In Deschooling Society Ivan Illich had written, "The very existence of obligatory schools divides any society into two realms: some time spans and processes and treatments and professions are 'academic' or 'pedagogic,' and others are not. The power of school thus to divide social reality has no boundaries: education becomes unworldly and the world becomes noneducational."
 
George Leonard exposed the plot in his book Education and Ecstasy (Delacorte, 1968): "Educational institutions were geared to stop learning. Perhaps half of all learning ability was squelched in the earliest elementary grades, where children found out that there exist predetermined and unyielding ,right answers' for everything, that following instructions is what really counts and, most surprisingly, that the whole business of education is mostly dull and painfiil."
 
These were startling and exciting new ideas, and they fed a hunger for approval, for validation that what we were doing with our children was right and good and worthwhile. It was a little scary to take or keep one's children out of school when sending them was the societal norm. The word 'homeschooling' itself was suspect, a sort of code word for going against the grain, refusing to conform, seeking that almost mythical 'road less travelled by.'
 
We who identified ourselves as homeschoolers breathed a sigh of relief and collectively sheered when John Holt appeared on the Phil Donohue Show, when Linda Dobson's article was published in Good Housekeeping, when the Colfax boys gained admission to Harvard.
 
In our book Alternatives in Education (Tonasket, WA. Home Education Press. 1987, 1992) writer and homeschooling father Earl Gary Stevens notes in the Introduction, "There is a mythological golden age of public education in our consciousness, captured in Norman Rockwell paintings, cinema, television, and modern literature, in which the public school is a positive place where the children of our nation come together to learn academics and social skills."
 
Has homeschooling progressed beyond a similar "golden age," when the term evoked a certain edgy rebelliousness, a commonality of striving for acceptance, seeking approval and validation from society, the media, legislators, and the education -bureaucracy? We sought acceptance for a different way; have we found more than we bargained for in society's embrace? Homeschooling, like public schooling, faces ever-increasing challenges, but the greatest threat to homeschooling may be its own unquestionable success.
 
The word 'homeschooling' has become a much-sought-after appellation, appearing in advertisements for educational toys, distance learning, computer software, and school district alternative education programs.

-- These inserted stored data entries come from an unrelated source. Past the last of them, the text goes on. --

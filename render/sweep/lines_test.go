package sweep

import (
	"math"
	"strings"
	"testing"

	"kerrscope/render/maps"
	"kerrscope/scene"
)

// TestSweepLineWeight: a sweep varies a line's weight by the key
// lines.N.weight; every frame resolves with that weight (the fractions
// follow), the base scene's list is left as it was, and a line the scene
// does not have is refused naming the key.
func TestSweepLineWeight(t *testing.T) {
	base := scene.Default()
	base.Screen.Width, base.Screen.Height = 8, 8
	base.Output.Directory = t.TempDir()
	base.Lines = []scene.Line{{EnergyKeV: 6.4}, {EnergyKeV: 6.97}}
	a, err := ParseAxis("lines.2.weight=0:3:4")
	if err != nil {
		t.Fatal(err)
	}
	p, err := NewPlan(base, []Axis{a}, maps.Scales{})
	if err != nil {
		t.Fatal(err)
	}
	for i, pt := range p.Points {
		w := float64(i) // 0, 1, 2, 3
		ls := pt.Scene.RestLines
		if got := ls.Lines[1].Weight; got != w {
			t.Errorf("frame %d: weight %v, want %v", i, got, w)
		}
		if want := w / (1 + w); math.Abs(ls.Lines[1].Fraction-want) > 1e-15 {
			t.Errorf("frame %d: fraction %v, want %v", i, ls.Lines[1].Fraction, want)
		}
	}
	if base.Lines[1].Weight != nil {
		t.Error("the sweep changed the base scene's list")
	}
	if q := scene.QuantityOf(a.Key); !strings.Contains(p.valueLabel([]float64{2}), q.Symbol+" = 2") {
		t.Errorf("label %q", p.valueLabel([]float64{2}))
	}
	a3, err := ParseAxis("lines.3.weight=0:1:2")
	if err != nil {
		t.Fatal(err)
	}
	if _, err := NewPlan(base, []Axis{a3}, maps.Scales{}); err == nil || !strings.Contains(err.Error(), "lines.3.weight") {
		t.Errorf("line 3 of 2: %v", err)
	}
}
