package sweep

import (
	"bytes"
	"context"
	"encoding/csv"
	"errors"
	"fmt"
	"image"
	"image/color"
	"image/gif"
	"image/png"
	"io"
	"math"
	"os"
	"path/filepath"
	"slices"
	"strconv"
	"strings"

	"kerrscope/colormap"
	"kerrscope/render/internal/figure"
	"kerrscope/render/maps"
	"kerrscope/render/outputs"
	"kerrscope/scene"
)

// MergeOptions control Merge.
type MergeOptions struct {
	// GIFs are the maps to animate, one GIF each; nil means the first
	// map of the sweep, and an empty non-nil slice none.
	GIFs []string
	// DelayMS is the time each GIF frame is shown, a multiple of 10 ms
	// from 10 to 655350; 0 means 100.
	DelayMS int
	// Bare keeps the GIF frames as the palette images are, without the
	// strip below each that shows its swept values and the colour bar.
	Bare bool
}

// Merge reads every shard manifest in dir, checks that they describe one
// sweep with one set of scales and that every frame is finished with
// intact files, and writes: sweep-MAP.gif for each map asked for (the
// frames' 8-bit palette images in frame order, looping), the line
// profiles of all frames in one plot colour-coded by the first axis
// (sweep-spectra.png; for a grid, sweep-spectra-NN.png for each value NN
// of the second axis), if the sweep wrote spectra, and likewise the
// thermal continua (sweep-continua.png) if it has a thermal disk, and sweep-frames.csv,
// the frame numbers with their swept values. It returns the paths
// written; on error, or when ctx is done, nothing is written. The files of
// the last merge that this one does not write again are removed. For a
// hot-spot movie (NewSpotPlan) it writes, in place of the GIFs and the
// plot of spectra, what spot.Run writes besides the frames (spot-movie.gif,
// the light curve, the centroid track, the line profile against time,
// spot.toml), from one trace of the screen, and the frame table.
func Merge(ctx context.Context, dir string, opt MergeOptions) ([]string, error) {
	delay := opt.DelayMS
	if delay == 0 {
		delay = 100
	}
	if delay < 10 || delay > 655350 || delay%10 != 0 {
		return nil, fmt.Errorf("frame delay %d ms: must be a multiple of 10 ms from 10 to 655350", opt.DelayMS)
	}
	lk, err := outputs.Lock(dir)
	if err != nil {
		return nil, err
	}
	defer lk.Unlock()
	ms, err := loadManifests(dir)
	if err != nil {
		return nil, err
	}
	if len(ms) == 0 {
		return nil, fmt.Errorf("%s holds no sweep manifest (sweep-shard-K-of-N.json); run kerrscope sweep first", dir)
	}
	for _, m := range ms[1:] {
		if ok, what := ms[0].Definition.same(m.Definition); !ok {
			return nil, fmt.Errorf("%s and %s describe different sweeps (%s differs)", ms[0].name, m.name, what)
		}
	}
	sc, err := agreedScales(ms)
	if err != nil {
		return nil, err
	}
	p, err := planOf(ms[0].Definition, dir)
	if err != nil {
		return nil, fmt.Errorf("%s: %w", ms[0].name, err)
	}
	if err := p.checkComplete(ms); err != nil {
		return nil, err
	}
	if p.spot != nil {
		// The movie is traced again, in the window the frames used.
		if _, err := p.frameWindow(ctx, ms); err != nil {
			return nil, err
		}
		if opt.GIFs != nil {
			return nil, errors.New("a spot movie has one GIF, spot-movie.gif, of its palette frames; the maps to animate cannot be chosen")
		}
		out, err := outputs.NewOutputs(ctx, lk, "merge")
		if err != nil {
			return nil, err
		}
		if err := p.mergeSpot(ctx, out, sc, ms[0].Program); err != nil {
			out.Abort()
			return nil, err
		}
		return out.Commit()
	}
	maps := opt.GIFs
	if maps == nil {
		maps = p.Base.Output.Maps[:1]
	}
	for _, m := range maps {
		if !slices.Contains(p.Base.Output.Maps, m) {
			return nil, fmt.Errorf("map %q is not in the sweep (its maps: %s)", m, strings.Join(p.Base.Output.Maps, ", "))
		}
	}

	out, err := outputs.NewOutputs(ctx, lk, "merge")
	if err != nil {
		return nil, err
	}
	fail := func(err error) ([]string, error) {
		out.Abort()
		return nil, err
	}
	for _, m := range maps {
		if err := ctx.Err(); err != nil {
			return fail(err)
		}
		anim, err := p.animation(ctx, m, delay/10, sc, opt.Bare)
		if err != nil {
			return fail(err)
		}
		if err := out.Write("sweep-"+m+".gif", func(w io.Writer) error { return gif.EncodeAll(w, anim) }); err != nil {
			return fail(err)
		}
	}
	if p.Base.Output.Has("csv") {
		plots, err := p.spectraPlots(sc)
		if err != nil {
			return fail(err)
		}
		continua, err := p.continuaPlots()
		if err != nil {
			return fail(err)
		}
		for _, pl := range append(plots, continua...) {
			img, err := figure.DrawPlot(pl.plot)
			if err != nil {
				return fail(fmt.Errorf("%s: %w", pl.name, err))
			}
			if err := out.Write(pl.name, func(w io.Writer) error { return figure.EncodePNG(w, img) }); err != nil {
				return fail(err)
			}
			if p.Base.Output.Has("svg") { // the same plot as vector graphics
				if err := out.Write(strings.TrimSuffix(pl.name, ".png")+".svg", func(w io.Writer) error { return figure.PlotSVG(w, pl.plot) }); err != nil {
					return fail(fmt.Errorf("%s: %w", pl.name, err))
				}
			}
		}
	}
	if err := out.Write("sweep-frames.csv", p.writeTable); err != nil {
		return fail(err)
	}
	return out.Commit()
}

// planOf rebuilds the plan a manifest definition describes.
func planOf(d definition, dir string) (*Plan, error) {
	base, err := scene.Parse("scene_toml", []byte(d.Scene))
	if err != nil {
		return nil, err
	}
	base.Output.Directory = dir
	return NewPlan(base, d.Axes, d.Fixed.scales())
}

// checkComplete reports the frames that no manifest records with intact
// files.
func (p *Plan) checkComplete(ms []*manifest) error {
	known := map[int][]frameRecord{}
	for _, m := range ms {
		for _, fr := range m.Frames {
			known[fr.Index] = append(known[fr.Index], fr)
		}
	}
	var missing []string
	n := 0
	for _, pt := range p.Points {
		ok := false
		for _, fr := range known[pt.Index] {
			if ok = p.verify(fr, pt); ok {
				break
			}
		}
		if !ok {
			n++
			if len(missing) < 8 {
				missing = append(missing, strconv.Itoa(pt.Index))
			}
		}
	}
	if n > 0 {
		more := ""
		if n > len(missing) {
			more = ", …"
		}
		return fmt.Errorf("%d of %d frames are not finished or their files changed (frames %s%s); run the sweep again (every shard) to complete them",
			n, len(p.Points), strings.Join(missing, ", "), more)
	}
	return nil
}

// animation assembles the palette images of map m into a looping GIF
// with delay centiseconds per frame; unless bare, each frame gets a strip
// below it with its swept values and the map's colour bar for the
// sweep's scales sc (labelledFrame).
func (p *Plan) animation(ctx context.Context, m string, delay int, sc maps.Scales, bare bool) (*gif.GIF, error) {
	mp, err := maps.Lookup(m)
	if err != nil {
		return nil, err
	}
	pal := mp.Palette()
	r := p.Points[0].Scene
	w, h := r.Screen.Width, r.Screen.Height
	framePal := pal
	if !bare {
		h += stripHeight(w)
		framePal = stripPalette(pal)
	}
	anim := &gif.GIF{Config: image.Config{ColorModel: framePal, Width: w, Height: h}}
	for _, pt := range p.Points {
		if err := ctx.Err(); err != nil {
			return nil, err
		}
		name := p.framePrefix(pt.Index) + "-" + m + "-indexed.png"
		data, err := os.ReadFile(filepath.Join(p.Dir(), name))
		if err != nil {
			return nil, err
		}
		im, err := png.Decode(bytes.NewReader(data))
		if err != nil {
			return nil, fmt.Errorf("%s: %w", name, err)
		}
		pi, ok := im.(*image.Paletted)
		if !ok || !samePalette(pi.Palette, pal) || pi.Rect.Dx() != r.Screen.Width || pi.Rect.Dy() != r.Screen.Height {
			return nil, fmt.Errorf("%s is not a %d×%d palette image of the %s map", name, r.Screen.Width, r.Screen.Height, m)
		}
		pi.Palette = pal
		if !bare {
			bar, err := p.barFor(ctx, mp, pt, sc)
			if err != nil {
				return nil, fmt.Errorf("frame %d colour bar: %w", pt.Index, err)
			}
			if pi, err = labelledFrame(pi, framePal, p.valueLabel(pt.Values), bar); err != nil {
				return nil, err
			}
		}
		anim.Image = append(anim.Image, pi)
		anim.Delay = append(anim.Delay, delay)
	}
	return anim, nil
}

// samePalette reports whether two palettes hold the same colours.
func samePalette(a, b color.Palette) bool {
	if len(a) != len(b) {
		return false
	}
	for i := range a {
		r1, g1, b1, a1 := a[i].RGBA()
		r2, g2, b2, a2 := b[i].RGBA()
		if r1 != r2 || g1 != g2 || b1 != b2 || a1 != a2 {
			return false
		}
	}
	return true
}

// namedPlot is a plot and its file name.
type namedPlot struct {
	name string
	plot figure.Plot
}

// Where the spectra's colours lie on colormap.Sequential: its lightest
// end would vanish on the white plot.
const seqLo, seqHi = 0.0, 0.8

// spectraPlots returns one plot of all frames' total line profiles,
// coloured by the first axis; for a grid, one plot per value of the
// second axis.
func (p *Plan) spectraPlots(sc maps.Scales) ([]namedPlot, error) {
	a := p.Axes[0]
	base := p.Points[0].Scene
	fam := p.curveFamily()
	var out []namedPlot
	for j, g := range fam.groups {
		pl := figure.Plot{
			Title:    "line profiles over the sweep",
			Subtitle: p.familySubtitle(g),
			XLabel:   "observed energy *{E}_{obs} [keV]",
			YLabel:   "photon flux *{F}_{E} [keV⁻¹, relative]",
			Size:     maps.FigureSize(base.Output),
			YMax:     sc.FluxMax,
			Bar:      fam.bar,
		}
		if !slices.Contains([]string{a.Key, axisKey(p, 1)}, "emission.line_kev") && !base.RestLines.List {
			pl.VLines = []figure.VLine{{X: base.Emission.LineKeV, Label: fmt.Sprintf("%g keV rest", base.Emission.LineKeV), Color: color.RGBA{0x60, 0x60, 0x60, 0xff}, Dashed: true}}
		}
		if base.RestLines.List {
			for n, e := range base.RestLines.Energies() {
				if !slices.Contains([]string{a.Key, axisKey(p, 1)}, scene.LineKey(n+1, "energy_kev")) {
					pl.VLines = append(pl.VLines, figure.VLine{X: e, Label: fmt.Sprintf("%g", e), Color: color.RGBA{0x60, 0x60, 0x60, 0xff}, Dashed: true})
				}
			}
		}
		xlo, xhi := math.Inf(1), math.Inf(-1)
		for _, pt := range g {
			name := p.framePrefix(pt.Index) + "-spectrum.csv"
			e, lo, hi, flux, physical, err := readSpectrum(filepath.Join(p.Dir(), name))
			if err != nil {
				return nil, fmt.Errorf("%s: %w", name, err)
			}
			if physical {
				pl.YLabel = "photon flux *{F}_{E} [photons cm⁻² s⁻¹ keV⁻¹]"
			}
			xlo, xhi = math.Min(xlo, lo), math.Max(xhi, hi)
			pl.Series = append(pl.Series, figure.Series{X: e, Y: flux, Width: 1.5, Color: fam.color(pt.Values[0])})
		}
		pl.XMin, pl.XMax = xlo, xhi
		out = append(out, namedPlot{p.familyName("sweep-spectra", j), pl})
	}
	return out, nil
}

// curveFamily is what the sweep's plots of one curve per frame share:
// the frames grouped by the second axis (one group without one) and the
// colour bar of the first axis, whose value colours each curve.
type curveFamily struct {
	groups [][]Point
	bar    *figure.ColorBar
	color  func(v float64) color.RGBA // a curve's colour by its first-axis value
}

func (p *Plan) curveFamily() curveFamily {
	a := p.Axes[0]
	groups := [][]Point{p.Points}
	if len(p.Axes) == 2 {
		n1 := p.Axes[1].Count
		groups = make([][]Point, n1)
		for _, pt := range p.Points {
			groups[pt.Index%n1] = append(groups[pt.Index%n1], pt)
		}
	}
	position := func(v float64) float64 {
		t := a.Position(v)
		if a.To < a.From {
			t = 1 - t
		}
		return math.Min(1, math.Max(0, t))
	}
	bar := &figure.ColorBar{Label: scene.QuantityOf(a.Key).Title()}
	for i := 0; i < 256; i++ {
		bar.Colors = append(bar.Colors, colormap.Sequential.At(seqLo+(seqHi-seqLo)*float64(i)/255))
	}
	for _, v := range a.ticks() {
		bar.Ticks = append(bar.Ticks, figure.Tick{T: position(v), Label: formatValue(v)})
	}
	return curveFamily{groups, bar, func(v float64) color.RGBA {
		return colormap.Sequential.At(seqLo + (seqHi-seqLo)*position(v))
	}}
}

// familySubtitle describes a group of curveFamily: its frames, the first
// axis's range and, for a grid, the group's value of the second axis.
func (p *Plan) familySubtitle(g []Point) string {
	a := p.Axes[0]
	t := fmt.Sprintf("%d frames, %s (%s spacing)", len(g), rangeText(scene.QuantityOf(a.Key), a.From, a.To), a.Spacing)
	if len(p.Axes) == 2 {
		t += "; " + scene.QuantityOf(p.Axes[1].Key).Value(formatValue(g[0].Values[1]))
	}
	return t
}

// familyName is the file of group j of curveFamily: stem.png, or for a
// grid stem-NN.png numbered by the second axis.
func (p *Plan) familyName(stem string, j int) string {
	if len(p.Axes) == 2 {
		return fmt.Sprintf("%s-%0*d.png", stem, max(2, len(strconv.Itoa(p.Axes[1].Count-1))), j)
	}
	return stem + ".png"
}

// rangeText describes an axis's range in words, e.g. "spin a from 0.5 to
// 0.999", "inclination i from 20 to 80 deg".
func rangeText(q scene.Quantity, from, to float64) string {
	t := q.Name
	if q.Symbol != "" {
		t += " " + q.Symbol
	}
	t += " from " + formatValue(from) + " to " + formatValue(to)
	if q.Unit != "" {
		t += " " + q.Unit
	}
	return t
}

// axisKey returns the key of axis i, or "".
func axisKey(p *Plan, i int) string {
	if i < len(p.Axes) {
		return p.Axes[i].Key
	}
	return ""
}

// readSpectrum reads a spectrum CSV written by outputs.WriteCSV:
// bin centres, the lowest and highest bin edge, the total flux density
// per keV, and whether it is in physical units (its header says so).
func readSpectrum(path string) (e []float64, lo, hi float64, flux []float64, physical bool, err error) {
	data, err := os.ReadFile(path)
	if err != nil {
		return nil, 0, 0, nil, false, err
	}
	physical = bytes.Contains(data, []byte(outputs.PhysicalSpectrumUnits))
	r := csv.NewReader(bytes.NewReader(data))
	r.Comment = '#'
	rows, err := r.ReadAll()
	if err != nil {
		return nil, 0, 0, nil, false, err
	}
	if len(rows) < 2 || len(rows[0]) < 4 || rows[0][0] != "energy_kev" || rows[0][1] != "energy_lo_kev" || rows[0][2] != "energy_hi_kev" || rows[0][3] != "flux_total" {
		return nil, 0, 0, nil, false, errors.New("not a spectrum table (energy_kev, energy_lo_kev, energy_hi_kev, flux_total, ...)")
	}
	lo, hi = math.Inf(1), math.Inf(-1)
	for i, row := range rows[1:] {
		var v [4]float64
		for c := range v {
			if v[c], err = strconv.ParseFloat(row[c], 64); err != nil {
				return nil, 0, 0, nil, false, fmt.Errorf("row %d: %w", i+1, err)
			}
		}
		e, flux = append(e, v[0]), append(flux, v[3])
		lo, hi = math.Min(lo, v[1]), math.Max(hi, v[2])
	}
	return e, lo, hi, flux, physical, nil
}

// writeTable writes sweep-frames.csv: frame number, file prefix and the
// swept values of every frame.
func (p *Plan) writeTable(w io.Writer) error {
	fmt.Fprintf(w, "# kerrscope sweep: %d frames; swept:", len(p.Points))
	for _, a := range p.Axes {
		fmt.Fprintf(w, " %s", a)
	}
	fmt.Fprint(w, "\nframe,prefix")
	for _, a := range p.Axes {
		fmt.Fprintf(w, ",%s", a.Key)
	}
	fmt.Fprintln(w)
	for _, pt := range p.Points {
		prefix := p.framePrefix(pt.Index)
		if p.spot != nil {
			prefix = strings.TrimSuffix(p.spotFrameName(pt.Index), ".png")
		}
		fmt.Fprintf(w, "%d,%s", pt.Index, prefix)
		for _, v := range pt.Values {
			fmt.Fprintf(w, ",%s", formatValue(v))
		}
		if _, err := fmt.Fprintln(w); err != nil {
			return err
		}
	}
	return nil
}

The term has developed a certain cachet, so it now has a perceived "selling power." But like the word 'organic,' which once meant grown without chemicals and now merely seems to mean grown, the word 'homeschooling' is losing all functional meaning.
 
In Power For All or For None (1998), a book of essays by Everett Reimer and his daughter Katherine Reimer, a poem by Everett Reimer includes these lines:
 
Mere words cannot convey the truth
They always miss it, pass it by
Distort it just enough to change
A perfect truth to partial lie.
 
The perfect truth is that homeschooling works. The partial lie - no, the perfect lie - is that what may come to pass for homeschooling in the years ahead will work as well.